#### [Work required]
Look in the material below for the line with "np.testing.assert_allclose(extended.B[-1], -plant.D[0])" and the line with "# Final value theorem (Ogata, from", then set down exactly those two lines and all lines between, nothing more.

#### [Data extracts]

☆ ☆ ☆ ☆ ☆ ☆ ☆

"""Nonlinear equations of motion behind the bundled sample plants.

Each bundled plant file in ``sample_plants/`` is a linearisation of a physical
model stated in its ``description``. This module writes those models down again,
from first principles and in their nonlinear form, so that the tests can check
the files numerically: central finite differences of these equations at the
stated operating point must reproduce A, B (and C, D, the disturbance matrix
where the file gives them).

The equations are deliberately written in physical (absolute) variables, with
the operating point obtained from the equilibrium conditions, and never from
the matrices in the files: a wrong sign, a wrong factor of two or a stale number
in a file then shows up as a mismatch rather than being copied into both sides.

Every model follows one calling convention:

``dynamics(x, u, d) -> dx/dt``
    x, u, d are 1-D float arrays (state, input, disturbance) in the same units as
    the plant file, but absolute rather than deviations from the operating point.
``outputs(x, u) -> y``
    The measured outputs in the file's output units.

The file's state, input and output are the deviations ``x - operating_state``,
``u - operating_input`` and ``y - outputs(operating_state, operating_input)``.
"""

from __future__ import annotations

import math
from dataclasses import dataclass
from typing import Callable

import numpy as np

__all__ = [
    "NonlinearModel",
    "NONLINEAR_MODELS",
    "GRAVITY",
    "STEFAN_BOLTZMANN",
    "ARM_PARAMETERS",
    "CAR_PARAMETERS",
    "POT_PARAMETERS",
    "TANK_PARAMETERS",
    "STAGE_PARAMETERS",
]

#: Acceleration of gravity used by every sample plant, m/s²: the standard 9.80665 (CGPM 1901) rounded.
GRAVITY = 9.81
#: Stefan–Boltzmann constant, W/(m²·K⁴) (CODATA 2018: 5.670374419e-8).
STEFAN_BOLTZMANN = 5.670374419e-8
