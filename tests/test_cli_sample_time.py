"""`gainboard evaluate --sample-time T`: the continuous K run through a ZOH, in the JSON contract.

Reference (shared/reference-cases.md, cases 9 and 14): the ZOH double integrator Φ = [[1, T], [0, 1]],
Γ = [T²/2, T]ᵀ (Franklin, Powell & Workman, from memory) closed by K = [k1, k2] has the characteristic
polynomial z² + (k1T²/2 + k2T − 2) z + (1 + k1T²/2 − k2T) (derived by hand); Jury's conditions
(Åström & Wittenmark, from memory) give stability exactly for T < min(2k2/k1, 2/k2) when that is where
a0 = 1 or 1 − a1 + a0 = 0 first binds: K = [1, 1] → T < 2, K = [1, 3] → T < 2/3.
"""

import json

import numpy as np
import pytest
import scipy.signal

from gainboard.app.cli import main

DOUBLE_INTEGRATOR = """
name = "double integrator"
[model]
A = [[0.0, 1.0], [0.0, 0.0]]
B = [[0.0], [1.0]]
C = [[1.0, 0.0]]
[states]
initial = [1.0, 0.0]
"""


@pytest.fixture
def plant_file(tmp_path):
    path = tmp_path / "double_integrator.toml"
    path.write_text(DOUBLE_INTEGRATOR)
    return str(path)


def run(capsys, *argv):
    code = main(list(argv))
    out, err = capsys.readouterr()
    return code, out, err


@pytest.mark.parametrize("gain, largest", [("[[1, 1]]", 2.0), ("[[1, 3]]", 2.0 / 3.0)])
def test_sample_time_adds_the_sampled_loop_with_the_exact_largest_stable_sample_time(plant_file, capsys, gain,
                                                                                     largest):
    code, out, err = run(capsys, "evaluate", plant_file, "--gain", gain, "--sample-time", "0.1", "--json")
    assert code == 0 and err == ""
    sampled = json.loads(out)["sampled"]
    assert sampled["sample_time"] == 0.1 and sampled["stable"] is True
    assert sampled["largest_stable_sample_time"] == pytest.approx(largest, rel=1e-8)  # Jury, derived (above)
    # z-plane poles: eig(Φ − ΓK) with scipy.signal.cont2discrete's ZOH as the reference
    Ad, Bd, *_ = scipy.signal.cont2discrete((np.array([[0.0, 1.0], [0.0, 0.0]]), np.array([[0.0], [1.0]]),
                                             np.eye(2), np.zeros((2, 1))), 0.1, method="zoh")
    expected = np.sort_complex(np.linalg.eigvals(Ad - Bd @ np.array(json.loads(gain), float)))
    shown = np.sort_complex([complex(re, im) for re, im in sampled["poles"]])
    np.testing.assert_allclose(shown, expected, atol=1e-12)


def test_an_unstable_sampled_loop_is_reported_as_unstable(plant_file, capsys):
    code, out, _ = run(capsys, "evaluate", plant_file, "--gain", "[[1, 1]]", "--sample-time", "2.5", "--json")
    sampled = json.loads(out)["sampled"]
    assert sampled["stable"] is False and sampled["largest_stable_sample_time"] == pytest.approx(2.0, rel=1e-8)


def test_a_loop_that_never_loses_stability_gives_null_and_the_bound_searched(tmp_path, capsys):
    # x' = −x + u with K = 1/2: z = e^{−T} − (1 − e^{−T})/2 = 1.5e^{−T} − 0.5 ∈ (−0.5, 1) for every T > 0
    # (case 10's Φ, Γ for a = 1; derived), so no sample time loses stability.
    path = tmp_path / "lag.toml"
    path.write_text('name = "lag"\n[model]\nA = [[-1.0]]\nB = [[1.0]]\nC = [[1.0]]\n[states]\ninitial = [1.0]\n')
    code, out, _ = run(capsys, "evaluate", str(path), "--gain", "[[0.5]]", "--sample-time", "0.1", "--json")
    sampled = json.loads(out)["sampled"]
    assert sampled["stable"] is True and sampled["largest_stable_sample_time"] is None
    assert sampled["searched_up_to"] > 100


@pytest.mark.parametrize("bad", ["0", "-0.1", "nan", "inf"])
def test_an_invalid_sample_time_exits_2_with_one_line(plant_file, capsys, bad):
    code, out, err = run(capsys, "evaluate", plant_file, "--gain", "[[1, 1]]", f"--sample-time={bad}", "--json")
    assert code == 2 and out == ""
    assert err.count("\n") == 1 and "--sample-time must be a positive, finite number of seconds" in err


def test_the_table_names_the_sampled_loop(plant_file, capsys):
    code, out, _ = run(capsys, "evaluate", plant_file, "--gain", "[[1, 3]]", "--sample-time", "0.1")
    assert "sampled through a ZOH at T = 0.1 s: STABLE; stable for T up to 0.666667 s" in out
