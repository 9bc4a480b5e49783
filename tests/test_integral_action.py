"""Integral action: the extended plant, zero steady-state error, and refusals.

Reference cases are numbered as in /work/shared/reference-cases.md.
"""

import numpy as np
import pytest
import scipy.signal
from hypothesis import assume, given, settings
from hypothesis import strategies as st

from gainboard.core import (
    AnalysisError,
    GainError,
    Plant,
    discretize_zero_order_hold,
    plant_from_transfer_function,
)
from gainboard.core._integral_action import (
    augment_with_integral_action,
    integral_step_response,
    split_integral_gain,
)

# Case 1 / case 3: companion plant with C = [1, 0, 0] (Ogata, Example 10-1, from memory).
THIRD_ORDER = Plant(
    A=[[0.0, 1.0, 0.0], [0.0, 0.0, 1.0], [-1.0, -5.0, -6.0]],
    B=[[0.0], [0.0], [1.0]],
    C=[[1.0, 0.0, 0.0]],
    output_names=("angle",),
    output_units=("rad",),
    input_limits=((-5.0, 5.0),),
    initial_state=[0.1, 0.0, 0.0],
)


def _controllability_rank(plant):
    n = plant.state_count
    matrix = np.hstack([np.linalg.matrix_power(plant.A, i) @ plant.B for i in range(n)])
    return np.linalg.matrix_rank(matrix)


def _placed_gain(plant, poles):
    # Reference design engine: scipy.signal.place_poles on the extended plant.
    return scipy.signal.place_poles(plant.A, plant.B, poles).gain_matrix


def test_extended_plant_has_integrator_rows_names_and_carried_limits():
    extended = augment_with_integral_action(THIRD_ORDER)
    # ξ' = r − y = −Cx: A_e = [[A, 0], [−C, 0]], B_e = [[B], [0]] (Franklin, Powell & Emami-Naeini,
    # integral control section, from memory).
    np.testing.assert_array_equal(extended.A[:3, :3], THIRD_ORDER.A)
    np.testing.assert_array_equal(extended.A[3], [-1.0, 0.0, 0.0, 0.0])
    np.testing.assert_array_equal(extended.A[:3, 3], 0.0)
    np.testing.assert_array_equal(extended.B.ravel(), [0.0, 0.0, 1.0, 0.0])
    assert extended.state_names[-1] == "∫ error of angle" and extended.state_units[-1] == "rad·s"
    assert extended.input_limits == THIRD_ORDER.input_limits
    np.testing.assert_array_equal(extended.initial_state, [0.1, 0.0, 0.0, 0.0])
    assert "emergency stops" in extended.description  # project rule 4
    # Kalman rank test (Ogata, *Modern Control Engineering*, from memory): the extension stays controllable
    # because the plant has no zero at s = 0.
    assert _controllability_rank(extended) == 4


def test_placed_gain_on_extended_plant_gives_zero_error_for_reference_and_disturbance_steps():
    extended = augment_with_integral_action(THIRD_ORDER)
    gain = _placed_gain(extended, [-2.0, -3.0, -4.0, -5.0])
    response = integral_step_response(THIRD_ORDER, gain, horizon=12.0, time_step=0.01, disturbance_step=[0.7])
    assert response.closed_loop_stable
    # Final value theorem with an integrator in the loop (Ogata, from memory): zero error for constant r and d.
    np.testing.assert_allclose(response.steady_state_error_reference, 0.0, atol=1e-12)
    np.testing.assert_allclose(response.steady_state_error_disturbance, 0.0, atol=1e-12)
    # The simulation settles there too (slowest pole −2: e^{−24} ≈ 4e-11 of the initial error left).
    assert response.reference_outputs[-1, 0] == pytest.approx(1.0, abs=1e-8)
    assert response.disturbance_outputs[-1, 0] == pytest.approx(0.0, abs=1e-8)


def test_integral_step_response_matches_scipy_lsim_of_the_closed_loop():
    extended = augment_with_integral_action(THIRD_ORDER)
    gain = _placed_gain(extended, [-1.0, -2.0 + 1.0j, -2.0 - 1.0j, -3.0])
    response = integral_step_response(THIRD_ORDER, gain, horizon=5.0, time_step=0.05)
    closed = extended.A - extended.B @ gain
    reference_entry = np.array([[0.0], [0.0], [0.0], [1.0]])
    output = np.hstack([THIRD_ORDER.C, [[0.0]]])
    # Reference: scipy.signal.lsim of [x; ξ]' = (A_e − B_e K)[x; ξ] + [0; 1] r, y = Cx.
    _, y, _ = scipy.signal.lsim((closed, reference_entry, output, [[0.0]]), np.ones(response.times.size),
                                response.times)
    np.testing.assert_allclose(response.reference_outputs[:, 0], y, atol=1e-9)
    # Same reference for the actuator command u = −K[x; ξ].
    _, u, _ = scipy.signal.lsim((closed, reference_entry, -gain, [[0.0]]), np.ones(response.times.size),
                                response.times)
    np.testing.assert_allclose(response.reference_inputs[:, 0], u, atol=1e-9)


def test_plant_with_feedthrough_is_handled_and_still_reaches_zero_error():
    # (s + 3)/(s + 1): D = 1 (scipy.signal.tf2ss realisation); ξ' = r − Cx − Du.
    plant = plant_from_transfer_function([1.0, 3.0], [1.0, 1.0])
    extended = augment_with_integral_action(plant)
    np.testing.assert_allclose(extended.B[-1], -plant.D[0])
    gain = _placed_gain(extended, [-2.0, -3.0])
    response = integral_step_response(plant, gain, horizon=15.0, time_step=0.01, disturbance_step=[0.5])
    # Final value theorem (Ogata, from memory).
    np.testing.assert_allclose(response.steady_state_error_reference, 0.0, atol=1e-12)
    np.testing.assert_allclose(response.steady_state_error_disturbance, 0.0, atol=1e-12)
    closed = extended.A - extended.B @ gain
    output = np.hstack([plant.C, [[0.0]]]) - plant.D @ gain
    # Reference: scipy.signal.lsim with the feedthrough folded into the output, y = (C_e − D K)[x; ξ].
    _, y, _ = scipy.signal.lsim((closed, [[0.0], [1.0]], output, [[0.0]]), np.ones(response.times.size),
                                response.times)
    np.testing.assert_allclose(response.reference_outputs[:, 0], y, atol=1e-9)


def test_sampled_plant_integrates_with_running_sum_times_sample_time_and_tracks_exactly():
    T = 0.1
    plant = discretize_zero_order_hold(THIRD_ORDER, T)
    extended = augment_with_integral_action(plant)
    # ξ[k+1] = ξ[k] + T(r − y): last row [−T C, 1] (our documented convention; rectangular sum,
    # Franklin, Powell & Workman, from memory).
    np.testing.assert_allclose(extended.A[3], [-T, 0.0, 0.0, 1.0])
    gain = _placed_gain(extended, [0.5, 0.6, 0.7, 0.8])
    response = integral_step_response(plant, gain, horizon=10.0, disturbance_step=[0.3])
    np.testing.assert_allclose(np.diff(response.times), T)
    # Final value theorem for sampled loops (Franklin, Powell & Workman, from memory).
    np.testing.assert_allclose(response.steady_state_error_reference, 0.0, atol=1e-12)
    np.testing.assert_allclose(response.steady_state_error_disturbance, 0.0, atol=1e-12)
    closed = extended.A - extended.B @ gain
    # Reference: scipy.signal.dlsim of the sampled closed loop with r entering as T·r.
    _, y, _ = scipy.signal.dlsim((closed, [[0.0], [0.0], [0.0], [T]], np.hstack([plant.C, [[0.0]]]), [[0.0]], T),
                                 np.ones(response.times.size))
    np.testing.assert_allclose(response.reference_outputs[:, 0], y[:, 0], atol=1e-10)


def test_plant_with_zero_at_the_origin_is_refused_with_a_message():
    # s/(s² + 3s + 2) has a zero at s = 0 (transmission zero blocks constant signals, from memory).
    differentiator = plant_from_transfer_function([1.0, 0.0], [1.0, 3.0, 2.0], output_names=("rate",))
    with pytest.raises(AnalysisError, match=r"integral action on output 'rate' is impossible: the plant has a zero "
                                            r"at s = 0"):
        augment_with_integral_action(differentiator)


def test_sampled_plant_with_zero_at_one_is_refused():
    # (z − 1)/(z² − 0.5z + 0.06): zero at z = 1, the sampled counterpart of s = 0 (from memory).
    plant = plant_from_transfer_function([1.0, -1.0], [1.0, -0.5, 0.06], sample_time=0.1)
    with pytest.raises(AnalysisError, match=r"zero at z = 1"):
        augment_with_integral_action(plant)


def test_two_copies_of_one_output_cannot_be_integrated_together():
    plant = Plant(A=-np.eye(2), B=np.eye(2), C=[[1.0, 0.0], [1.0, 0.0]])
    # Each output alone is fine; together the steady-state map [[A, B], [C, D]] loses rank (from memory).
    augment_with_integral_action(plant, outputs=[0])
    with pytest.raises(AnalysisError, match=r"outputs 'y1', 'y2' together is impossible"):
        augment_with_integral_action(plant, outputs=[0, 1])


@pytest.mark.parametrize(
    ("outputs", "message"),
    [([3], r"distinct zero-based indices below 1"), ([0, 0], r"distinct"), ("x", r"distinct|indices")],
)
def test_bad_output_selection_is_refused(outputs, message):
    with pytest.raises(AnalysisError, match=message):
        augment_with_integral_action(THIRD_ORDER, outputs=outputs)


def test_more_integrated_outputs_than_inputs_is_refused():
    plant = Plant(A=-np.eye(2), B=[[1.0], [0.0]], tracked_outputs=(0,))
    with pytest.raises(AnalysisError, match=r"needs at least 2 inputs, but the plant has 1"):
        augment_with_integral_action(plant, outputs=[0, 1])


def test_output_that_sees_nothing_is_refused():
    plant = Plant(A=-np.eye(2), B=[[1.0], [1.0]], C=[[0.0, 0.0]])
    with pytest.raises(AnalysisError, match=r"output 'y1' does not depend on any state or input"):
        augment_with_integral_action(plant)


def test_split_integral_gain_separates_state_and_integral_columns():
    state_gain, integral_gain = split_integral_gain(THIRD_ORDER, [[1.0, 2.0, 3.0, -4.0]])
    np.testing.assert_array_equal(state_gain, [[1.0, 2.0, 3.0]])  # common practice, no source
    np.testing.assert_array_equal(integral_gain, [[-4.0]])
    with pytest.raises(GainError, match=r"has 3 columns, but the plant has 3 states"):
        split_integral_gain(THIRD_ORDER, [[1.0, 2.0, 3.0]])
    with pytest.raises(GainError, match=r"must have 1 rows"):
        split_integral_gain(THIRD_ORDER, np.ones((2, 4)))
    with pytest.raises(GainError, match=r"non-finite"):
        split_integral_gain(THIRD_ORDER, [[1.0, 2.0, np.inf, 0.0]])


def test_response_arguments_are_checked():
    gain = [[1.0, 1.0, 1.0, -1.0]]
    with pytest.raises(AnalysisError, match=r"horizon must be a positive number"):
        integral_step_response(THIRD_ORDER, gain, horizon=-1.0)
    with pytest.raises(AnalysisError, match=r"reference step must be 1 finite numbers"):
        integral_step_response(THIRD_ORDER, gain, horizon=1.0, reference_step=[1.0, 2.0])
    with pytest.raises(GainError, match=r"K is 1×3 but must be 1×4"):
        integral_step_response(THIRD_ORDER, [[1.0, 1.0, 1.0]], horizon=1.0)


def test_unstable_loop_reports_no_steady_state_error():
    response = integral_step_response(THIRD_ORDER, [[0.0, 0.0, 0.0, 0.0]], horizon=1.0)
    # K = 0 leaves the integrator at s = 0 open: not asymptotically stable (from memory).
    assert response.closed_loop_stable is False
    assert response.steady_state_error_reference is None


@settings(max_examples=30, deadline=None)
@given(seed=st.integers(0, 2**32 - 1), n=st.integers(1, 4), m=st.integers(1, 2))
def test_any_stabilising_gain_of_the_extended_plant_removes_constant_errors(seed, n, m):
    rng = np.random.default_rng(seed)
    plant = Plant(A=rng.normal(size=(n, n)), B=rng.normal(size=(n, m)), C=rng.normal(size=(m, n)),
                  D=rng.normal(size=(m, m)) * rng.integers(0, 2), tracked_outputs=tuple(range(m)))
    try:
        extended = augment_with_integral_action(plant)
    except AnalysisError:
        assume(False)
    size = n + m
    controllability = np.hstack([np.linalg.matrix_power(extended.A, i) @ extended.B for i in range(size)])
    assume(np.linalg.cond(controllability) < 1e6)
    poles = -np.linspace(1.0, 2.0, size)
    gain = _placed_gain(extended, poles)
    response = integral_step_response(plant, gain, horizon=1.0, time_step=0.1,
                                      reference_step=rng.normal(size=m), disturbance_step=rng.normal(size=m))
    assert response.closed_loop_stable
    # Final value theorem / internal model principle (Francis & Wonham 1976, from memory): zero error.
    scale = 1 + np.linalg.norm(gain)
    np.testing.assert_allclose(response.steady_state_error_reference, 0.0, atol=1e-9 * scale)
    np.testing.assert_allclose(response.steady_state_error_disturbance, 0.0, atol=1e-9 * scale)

☆ ☆ ☆ ☆ ☆ ☆ ☆

#### [Answer space]
    np.testing.assert_allclose(extended.B[-1], -plant.D[0])
    gain = _placed_gain(extended, [-2.0, -3.0])
    response = integral_step_response(plant, gain, horizon=15.0, time_step=0.01, disturbance_step=[0.5])
    # Final value theorem (Ogata, from memory).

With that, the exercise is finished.